• _Task instructions_
Would you please transcribe, exactly as written, the lines of the entries below starting at the one that holds "unseen := d.AtSite" and ending at the one that holds "var said []string", both included?

── Source data

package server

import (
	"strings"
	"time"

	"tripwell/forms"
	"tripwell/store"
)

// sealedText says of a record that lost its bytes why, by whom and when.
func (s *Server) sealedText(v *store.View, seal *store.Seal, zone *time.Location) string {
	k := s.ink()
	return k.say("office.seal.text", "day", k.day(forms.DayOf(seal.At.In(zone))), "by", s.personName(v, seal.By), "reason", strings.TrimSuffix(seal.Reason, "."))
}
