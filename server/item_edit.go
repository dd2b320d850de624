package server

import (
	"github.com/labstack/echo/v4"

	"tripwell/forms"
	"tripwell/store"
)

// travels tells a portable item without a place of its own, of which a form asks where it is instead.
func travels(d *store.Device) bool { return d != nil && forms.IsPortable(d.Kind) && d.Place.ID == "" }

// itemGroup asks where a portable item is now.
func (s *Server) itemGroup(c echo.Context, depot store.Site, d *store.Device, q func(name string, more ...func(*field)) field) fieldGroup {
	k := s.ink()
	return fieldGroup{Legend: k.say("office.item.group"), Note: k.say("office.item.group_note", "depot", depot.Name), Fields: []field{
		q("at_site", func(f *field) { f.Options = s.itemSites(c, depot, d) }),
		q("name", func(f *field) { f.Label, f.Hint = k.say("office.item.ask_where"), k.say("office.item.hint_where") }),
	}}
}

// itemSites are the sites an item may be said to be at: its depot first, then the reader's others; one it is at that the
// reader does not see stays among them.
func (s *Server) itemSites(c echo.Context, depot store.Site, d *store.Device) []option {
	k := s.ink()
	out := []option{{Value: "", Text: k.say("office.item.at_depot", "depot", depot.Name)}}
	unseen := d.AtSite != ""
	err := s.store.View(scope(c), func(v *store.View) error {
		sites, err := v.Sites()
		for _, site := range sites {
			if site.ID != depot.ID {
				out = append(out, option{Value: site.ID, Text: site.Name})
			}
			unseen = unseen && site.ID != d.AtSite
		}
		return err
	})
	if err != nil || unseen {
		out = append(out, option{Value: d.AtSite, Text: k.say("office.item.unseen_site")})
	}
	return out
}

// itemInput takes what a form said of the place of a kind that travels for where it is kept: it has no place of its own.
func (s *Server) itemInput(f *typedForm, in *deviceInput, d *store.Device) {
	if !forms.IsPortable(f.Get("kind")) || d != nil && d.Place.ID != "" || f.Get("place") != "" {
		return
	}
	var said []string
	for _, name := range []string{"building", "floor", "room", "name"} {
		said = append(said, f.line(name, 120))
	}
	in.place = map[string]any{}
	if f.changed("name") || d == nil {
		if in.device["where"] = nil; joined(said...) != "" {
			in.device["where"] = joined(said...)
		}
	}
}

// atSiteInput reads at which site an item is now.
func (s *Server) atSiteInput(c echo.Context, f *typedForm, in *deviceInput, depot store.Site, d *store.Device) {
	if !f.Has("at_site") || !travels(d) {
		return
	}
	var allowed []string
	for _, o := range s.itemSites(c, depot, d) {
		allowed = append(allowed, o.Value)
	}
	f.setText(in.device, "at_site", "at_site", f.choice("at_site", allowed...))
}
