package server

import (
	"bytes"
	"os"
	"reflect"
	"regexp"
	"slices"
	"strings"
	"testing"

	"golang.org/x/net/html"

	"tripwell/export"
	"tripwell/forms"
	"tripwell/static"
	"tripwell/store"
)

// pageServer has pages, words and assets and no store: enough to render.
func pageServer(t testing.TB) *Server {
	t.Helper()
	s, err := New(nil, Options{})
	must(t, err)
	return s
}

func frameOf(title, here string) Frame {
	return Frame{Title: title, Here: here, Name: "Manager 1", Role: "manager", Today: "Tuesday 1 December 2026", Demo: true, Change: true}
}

────

• _Output_
	unseen := d.AtSite != ""
	err := s.store.View(scope(c), func(v *store.View) error {
		sites, err := v.Sites()
		for _, site := range sites {
			if site.ID != depot.ID {
				out = append(out, option{Value: site.ID, Text: site.Name})
			}
			unseen = unseen && site.ID != d.AtSite
		}
		return err
	})
	if err != nil || unseen {
		out = append(out, option{Value: d.AtSite, Text: k.say("office.item.unseen_site")})
	}
	return out
}

// itemInput takes what a form said of the place of a kind that travels for where it is kept: it has no place of its own.
func (s *Server) itemInput(f *typedForm, in *deviceInput, d *store.Device) {
	if !forms.IsPortable(f.Get("kind")) || d != nil && d.Place.ID != "" || f.Get("place") != "" {
		return
	}
	var said []string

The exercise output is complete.